Clinton supporters say we can't go into the general election with a septuagenarian democratic socialist. Sanders supporters say that Clinton Derangement Syndrome would bring Republicans out of the woodwork to vote against her. O'Malley is subject to neither of these problems and, IMO, is the Democrat who'd have the best chance of winning in November.
On the Republican side, people sometimes talk about the "social conservative/evangelical lane" and the "Establishment lane" as being how the race will be winnowed down to two. On the Democratic side, O'Malley has no obvious lane.
* People who are happy with the party establishment have assumed for years that Clinton will be the nominee, and they're backing her.
* People who reject Clinton as too corporatist/hawkish/etc. want an emphatic rejection of politics as usual. Between Sanders and O'Malley, there isn't all that much daylight in terms of policy, but Sanders is more unconventional on style factors. The very factors that Clinton supporters point to, as problems for Sanders in November, are part of his appeal to the "insurrectionist" forces in the party. Nominating Sanders would be a clear departure from politics as usual.
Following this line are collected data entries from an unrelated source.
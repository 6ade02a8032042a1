"""``fitdrag simulate``: a synthetic track from a specimen and a launch."""

from __future__ import annotations

import argparse
import math

from fitdrag.commands._options import (
    add_air_options,
    add_specimen_options,
    conditions_from_args,
    quantity,
    specimen_from_args,
)
from fitdrag.errors import InputError

NAME = "simulate"

EXAMPLE = """\
Example (a synthetic 40 mm, 2.7 g ball thrown at 8 m/s, 30°, filmed at 500 frames/s):
  fitdrag simulate --mass 2.7g --diameter 40mm --cd 0.47 --speed 8 --angle 30 \\
      --fps 500 --frames 200 --noise 0.0005 --seed 1 -o synthetic_track.csv

Exit codes: 0 track written, 1 a bug (with a traceback), 2 bad arguments or input.
"""


def register(sub) -> argparse.ArgumentParser:
    p = sub.add_parser(
        NAME,
        help="make a synthetic track from a specimen and a launch",
        description="Integrate the equation of motion (gravity, buoyancy, added mass, "
        "quadratic drag, optional lift and wind) and write the sampled positions as a "
        "track CSV (columns t,x,y in SI units, world frame, y up, t from 0). The output is "
        "synthetic: use it for planning and demos, never as a measurement.",
        epilog=EXAMPLE,
        formatter_class=argparse.RawDescriptionHelpFormatter,
    )
    add_specimen_options(p)
    add_air_options(p)
    g = p.add_argument_group("flight")
    g.add_argument("--cd", type=float, required=True, help="drag coefficient [-]")
    g.add_argument("--lift-coefficient", type=float, default=0.0, metavar="CL",
                   help="lift coefficient [-], positive lifts a ball moving in +x (backspin)")  # fmt: skip
    g.add_argument("--wind", type=quantity("m/s"), default=0.0, metavar="M/S",
                   help="constant horizontal wind along +x [m/s]")  # fmt: skip
    g.add_argument("--speed", type=quantity("m/s"), required=True, metavar="M/S",
                   help="launch speed [m/s]")  # fmt: skip
    g.add_argument("--angle", type=float, required=True, metavar="DEG",
                   help="launch angle above the horizontal [deg]")  # fmt: skip
    g.add_argument("--x0", type=quantity("m"), default=0.0, metavar="M",
                   help="launch x [m]")  # fmt: skip
    g.add_argument("--y0", type=quantity("m"), default=0.0, metavar="M",
                   help="launch y [m]")  # fmt: skip
    g.add_argument("--fps", type=float, required=True, metavar="HZ",
                   help="frame rate of the samples [Hz]")  # fmt: skip
    g.add_argument("--frames", type=int, required=True, metavar="N",
                   help="number of samples")  # fmt: skip
    g.add_argument("--noise", type=quantity("m"), default=0.0, metavar="M",
                   help="standard deviation of white Gaussian position noise added to x and y [m]")  # fmt: skip
    g.add_argument("--seed", type=int, default=None, metavar="S",
                   help="random seed for the noise (default: fresh each run)")  # fmt: skip
    o = p.add_argument_group("output")
    o.add_argument("-o", "--output", metavar="CSV",
                   help="write the track here (default: print it to stdout)")  # fmt: skip
    o.add_argument("--force", action="store_true", help="overwrite an existing output file")
    return p


def run(args) -> int:
    import numpy as np

    from fitdrag.physics.simulate import Launch, simulate
    from fitdrag.tracks.csv_file import write_track
    from fitdrag.tracks.track import MIN_POINTS, Track

    if args.fps <= 0 or not math.isfinite(args.fps):
        raise InputError(f"--fps: must be > 0 Hz, got {args.fps!r}; give the frame rate.")
    if args.frames < MIN_POINTS:
        raise InputError(
            f"--frames: need at least {MIN_POINTS} samples (the fewest a track may have), got "
            f"{args.frames}."
        )
    if args.noise < 0:
        raise InputError(f"--noise: must be >= 0 m, got {args.noise!r}.")
    if args.speed < 0:
        raise InputError(f"--speed: must be >= 0 m/s, got {args.speed!r}.")
    for opt, value in (("--cd", args.cd), ("--angle", args.angle), ("--lift-coefficient",
                       args.lift_coefficient)):  # fmt: skip
        if not math.isfinite(value):
            raise InputError(f"{opt}: must be a finite number, got {value!r}.")
    if args.cd < 0:
        raise InputError(f"--cd: must be >= 0, got {args.cd!r}.")
    specimen = specimen_from_args(args)
    conditions = conditions_from_args(args, wind=args.wind)
    t = np.arange(args.frames) / args.fps
    launch = Launch.from_speed_angle(args.speed, args.angle, args.x0, args.y0)
    flight = simulate(t, launch, specimen, conditions, drag_params=args.cd,
                      lift_coefficient=args.lift_coefficient)  # fmt: skip
    if not flight.success:
        raise InputError(f"simulation failed: {flight.message}; check --cd, --speed and --mass.")
    x, y = flight.x, flight.y
    if args.noise > 0:
        rng = np.random.default_rng(args.seed)
        x = x + rng.normal(0.0, args.noise, x.shape)
        y = y + rng.normal(0.0, args.noise, y.shape)
    meta = {
        "synthetic": "yes",
        "true_cd": args.cd,
        "true_speed": args.speed,
        "true_angle": args.angle,
        "noise": args.noise,
        "seed": "none" if args.seed is None else args.seed,
        "air_density": conditions.air.density,
        "air_viscosity": conditions.air.viscosity,
        "gravity": conditions.gravity,
    }
    track = Track(t, x, y, meta=meta)
    if args.output:
        path = write_track(track, args.output, force=args.force)
        print(f"wrote {len(t)} samples to {path} (synthetic; Cd = {args.cd}, "
              f"air density {conditions.air.density:.4f} kg/m³)")  # fmt: skip
    else:
        print("t,x,y")
        for row in zip(t, x, y):
            print(",".join(repr(float(v)) for v in row))
    return 0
At this point, it's very unlikely (though not impossible) that O'Malley will catch fire and go to the Convention with a plurality of delegates, let alone a majority. The most plausible path to an O'Malley nomination is that he gets out of the single digits, to do somewhat better, while neither Clinton nor Sanders can achieve a knockout. If the Convention delegates are split 40-40-20 or some such, after the first ballot (or after a few) some of the delegates in each of the larger camps might decide, "Well, at least O'Malley is better than that other leading candidate."
I think it far more likely that either Clinton or Sanders will have a majority of the delegates once the primaries end.
I don't think O'Malley is running for VP. If he were, he wouldn't have criticized "triangulation" as he did, nor would he have gone after Sanders on gun control. If his main goal were his personal advancement, then, when Barbara Mikulski announced her retirement, he would have dropped his Presidential campaign and run for her seat. At that point it was already apparent that his campaign results were disappointing and that Sanders had sewn up the "outsider/insurrectionist" lane.